Offset	Size (bytes)	Description
0x00	2	File Type and Permissions (0x0000 = file entry not used) — described below
0x02	2	Location of the first block of the file
0x04	11	8.3 style filename (ASCII string, fill unused bytes with NUL bytes, do not include the dot)
0x0F	1	Unused, set to zero.
0x10	8	BCD timestamp of the last write to the file
0x18	4	File size, in bytes
0x1C	2	Owner user ID
0x1E	2	Owner group ID

The file type and permissions bits are stored as an array of bits marking whether the file is in use and what the UNIX-style permissions are on the file. There are 9 bits reserved for this purpose (the SUID, SGID, and Sticky bits are not supported by this filesystem). The bits are ordered such that the owner’s bits are the high-order bits (bits 6, 7, and 8), the group’s bits are next (bits 3, 4, and 5), and the bits used for all other users are in the low-order bits (0, 1, and 2). As is customary on UNIX, the bits are ordered read, write, execute from highest to lowest in each set. All bits within the file type and permissions word that are not used for permissions shall be set to 1 to mark a file as a regular file. This filesystem does not support any special file types including symlinks, hard links, directories, devices, FIFOs, or sockets.

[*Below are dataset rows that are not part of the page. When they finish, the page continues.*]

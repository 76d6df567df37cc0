"""The reliability suite's two long runs, each done once per test session and shared by the tests that read them.

``campaign``: 36 sessions against a real node (``jointstat.node.daemon.Node``) — 18 faulted sessions, every fault
kind (cut, kill, stall) in every phase once with the node accepting or initiating, each followed by its job's
retry — judged and scanned for secrets (``jointstat.harness.campaign.run_campaign``, what ``jointstat bench faults``
runs). ``fuzzing``: 10,000 mutated frames sent to a node's session server (``jointstat.harness.fuzzer``).
"""

from __future__ import annotations

import asyncio

import pytest
from jointstat.harness.campaign import CampaignReport, run_campaign
from jointstat.harness.fuzzer import FuzzReport, run_fuzzing

CAMPAIGN_SESSIONS = 36
FUZZ_FRAMES = 10_000


@pytest.fixture(scope="session")
def campaign(tmp_path_factory: pytest.TempPathFactory) -> CampaignReport:
    return asyncio.run(run_campaign(CAMPAIGN_SESSIONS, tmp_path_factory.mktemp("campaign")))


@pytest.fixture(scope="session")
def fuzzing() -> FuzzReport:
    return asyncio.run(run_fuzzing(FUZZ_FRAMES))
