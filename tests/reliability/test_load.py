"""Load on one node: 16 concurrent sessions complete with correct results; one beyond the limit is refused "busy".

Specification: a node configured for ``max_sessions: 16`` accepts 16 proposals, and while all 16 sessions hold
their slots — none of them opened yet — a 17th proposal is answered at once with the ``busy`` refusal (it did not
wait for a slot), logged on both sides; the 16 sessions then run at the same time and every one completes on both
sides with the right answer; afterwards the node accepts and completes a new run. No log line holds a secret.
"""

from __future__ import annotations

import asyncio
import os
from pathlib import Path

from jointstat.circuit.model import Party
from jointstat.harness.campaign import NodeCampaign
from jointstat.harness.peer import play_initiated, propose_run
from jointstat.harness.scenario import expected_result
from jointstat.transport.driver import Limits
from jointstat.wire.jointstat.v1 import session_pb2 as pb

CONCURRENT = 16
ROOMY = Limits(deadline_s=120.0, idle_timeout_s=60.0, abort_grace_s=1.0)  # liveness bounds, not speed claims


async def test_sixteen_concurrent_sessions_complete_and_one_more_is_refused_busy_at_once(
    tmp_path: Path,
) -> None:
    async with NodeCampaign(tmp_path, limits=ROOMY, max_sessions=CONCURRENT, node_deadline_s=120) as c:

        async def propose(attempt: int) -> tuple[object, pb.RunAnswer]:
            return await propose_run(
                c.keys, c.job, c.logged, node_port=c.node_port, session_id=os.urandom(16), attempt=attempt
            )

        proposed = await asyncio.gather(*(propose(1) for _ in range(CONCURRENT)))
        assert all(answer.accepted for _, answer in proposed)
        assert c.node.state.running_sessions() == CONCURRENT

        # The 17th, while all 16 slots are held by sessions not yet opened: refused at once, not queued.
        extra, answer = await propose(1)
        assert not answer.accepted and answer.reason == pb.REFUSAL_REASON_BUSY
        assert "16 sessions" in answer.message
        assert c.node.state.running_sessions() == CONCURRENT
        assert all(t.counters.frames_received == 0 for t in c.node.state.sessions.values() if not t.ended)

        played = await asyncio.gather(
            *(
                play_initiated(
                    session,
                    c.keys,
                    c.logged,
                    c.secrets,
                    target_port=c.node_port,
                    plan=None,
                    fire=None,
                    limits=ROOMY,
                )
                for session, _ in proposed
            )
        )
        expected = expected_result()
        for (session, _), (peer, _fired) in zip(proposed, played, strict=True):
            assert peer.outputs is not None, peer.message
            decoded = c.job.compiled.decode(peer.party, peer.outputs)
            assert {k: decoded[k] for k in expected} == expected
            node = await c.node_side(
                session.session_id.hex(), Party.EVALUATOR, asyncio.get_running_loop().time()
            )
            assert node.store_status == "completed" and node.outputs == expected

        # The refused one is in both logs as refused; the node's slots are free again and a new run completes.
        busy = c.run_of(extra.session_id.hex())  # type: ignore[attr-defined]
        assert busy is not None and busy.status == "refused"
        assert busy.reason is not None and busy.reason.startswith("busy")
        assert c.node.state.running_sessions() == 0
        after = await c.run_accepted(None)
        assert after.node.outputs == expected
        findings, _ = c.scan()
    assert findings == []


def test_the_job_store_takes_writes_and_reads_from_many_threads_at_once(tmp_path: Path) -> None:
    """A regression: the node writes its store from worker threads, and two sessions may end together."""
    import threading
    from datetime import UTC, datetime

    from jointstat.node.store import JobStore

    store = JobStore(tmp_path / "jobs.sqlite3")
    now = datetime(2026, 3, 2, 1, 30, tzinfo=UTC)
    errors: list[BaseException] = []
    go = threading.Barrier(CONCURRENT)

    def many_runs(worker: int) -> None:
        try:
            go.wait()
            for k in range(25):
                run = store.start(f"job-{worker}", now, k + 1, started_at=now, session_id=f"s{worker}-{k}")
                store.runs(f"job-{worker}", limit=5)
                store.finish(run, "completed", finished_at=now)
        except BaseException as exc:
            errors.append(exc)

    threads = [threading.Thread(target=many_runs, args=(w,)) for w in range(CONCURRENT)]
    for t in threads:
        t.start()
    for t in threads:
        t.join()
    try:
        assert errors == []
        rows = store.runs(limit=10_000)
        assert len(rows) == CONCURRENT * 25 and {r.status for r in rows} == {"completed"}
    finally:
        store.close()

File names must be at most eight characters long, with a three character extension. The extension is always stored in the last three bytes of the filename field. Unused spaces in the pre-extension portion of the filename shall be filled in with NUL (‘\0’ bytes), as shall unused characters in the extension. Valid filenames consist only of upper- or lower-case letters A-Z, numbers 0-9, and the special characters ^, -, _, =, and |. No other characters are allowed in a filename. If you encounter a file on a volume with an illegal filename, you must ignore the entire file entry in the directory (treat it as an unused entry). Filenames in this filesystem are case-sensitive, so README.TXT and README.txt are two different filenames. To demonstrate how filenames are stored, the filename README.TXT would be stored as follows:

Byte	Character
0	‘R’
1	‘E’
2	‘A’
3	‘D’
4	‘M’
5	‘E’
6	‘\0’
7	‘\0’
8	‘T’
9	‘X’
10	‘T’

Files shall be deleted by setting their file type and permissions field in the directory entry to 0x0000 and by marking all blocks of the file as free in the FAT. You may clear the entire directory entry, but you are not required to do so. You also do not have to clear the blocks of the file themselves — just clear the entries in the FAT (and the backup FAT).

When a data block is initially allocated to a file, it shall be cleared to all 0 bytes (that is NUL bytes, not bytes with a literal ‘0’ character).